My Current Weight Loss Plan

phillyman

New member
Some back ground info.....

Current Height = 5'10
Current Weight = 255lbs
Current Age = 29
Waist 42 relaxed
T-Shirt Size = 2XL but 3XL feels better

Ok so when I was 18 years old I was only 180lbs (size 34 waist), by age 21 I was up to 210, and I have packed on since then to be at my current weight of 255lbs. I eat basically whatever I want.....its not unusual for me to eat fast food twice a day. I drink coffee in the mornings, then switch to soda's and finally ice tea at night. I am 4 months away from being 30 years old and I want to drop some serious weight before then.

I have short term goals of 10lbs, but my long range goal is to drop down to 200lbs, possibly with the addition of 20lbs of muscle gain. Not too sure how easy this will be. I am looking to lose 3lbs per week, I have the following plan for cutting over 10,000 calories per week......tell me how it sounds.

Cut all calories from drinks

750 calories per day times 7 days = 5250 Calories per week

Cut out my fast food intake

Roughly 3000 calories per week.....probably more though.

Start a walking plan

I work at a huge Estate, I have a 1.5 mile route set up that has hills....I am working up to walking it twice a day for a total of 15 miles per week.

I also have a weekend walk route in my neighborhood, 3 miles total......for an additional 6 miles per week.

Hitting the Gym

I plan to hit the gym three times per week, for strength training......my workout is split like this....

Tues = Arms and Abs
Wed = Chest and Back
Fri = Legs and Shoulders


So that is basically my weight loss plan for right now, at this point I am concentrating more on the exercising than the diet.....as I don't want to shock my body.

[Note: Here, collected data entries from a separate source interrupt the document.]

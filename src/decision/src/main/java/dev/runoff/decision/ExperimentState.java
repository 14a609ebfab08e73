package dev.runoff.decision;

import dev.runoff.engine.core.Arm;
import dev.runoff.engine.core.Metric;
import dev.runoff.engine.stats.ArmStats;
import dev.runoff.engine.stats.BernoulliStats;
import dev.runoff.engine.stats.ValueStats;
import dev.runoff.records.Definitions;
import dev.runoff.records.HashChain;
import dev.runoff.records.avro.ExperimentDefinition;
import java.util.ArrayList;
import java.util.Arrays;
import java.util.Collections;
import java.util.List;
import java.util.Objects;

I figure once I get a few weeks into this plan, that I can start scaling back on my food and seeing results.


Basically my plan breaks down like this.....

Sunday = 3 mile home walk
Monday = (2) 1.5 mile work walks
Tuesday = (2) 1.5 mile work walks, (Gym) Arms and Abs
Wednesday = (2) 1.5 mile work walks, (Gym) Chest and Back
Thursday = (2) 1.5 mile work walks
Friday = (2) 1.5 mile work walks, (Gym) Legs and Shoulders
Saturday = Sunday = 3 mile home walk

What do you guys think?
 
hmmm

750 cals are WAY to low, it may work in the short term but you will loose muscle and make it harder to reach your long term goals.

your gym split seems a bit odd but even so if your only hitting the gym 3 times a week don't bother splitting do a full body workout. by splitting and only working each body part once a week your progress will not be optimal.

your cardio looks ok to begin with.


Good Luck.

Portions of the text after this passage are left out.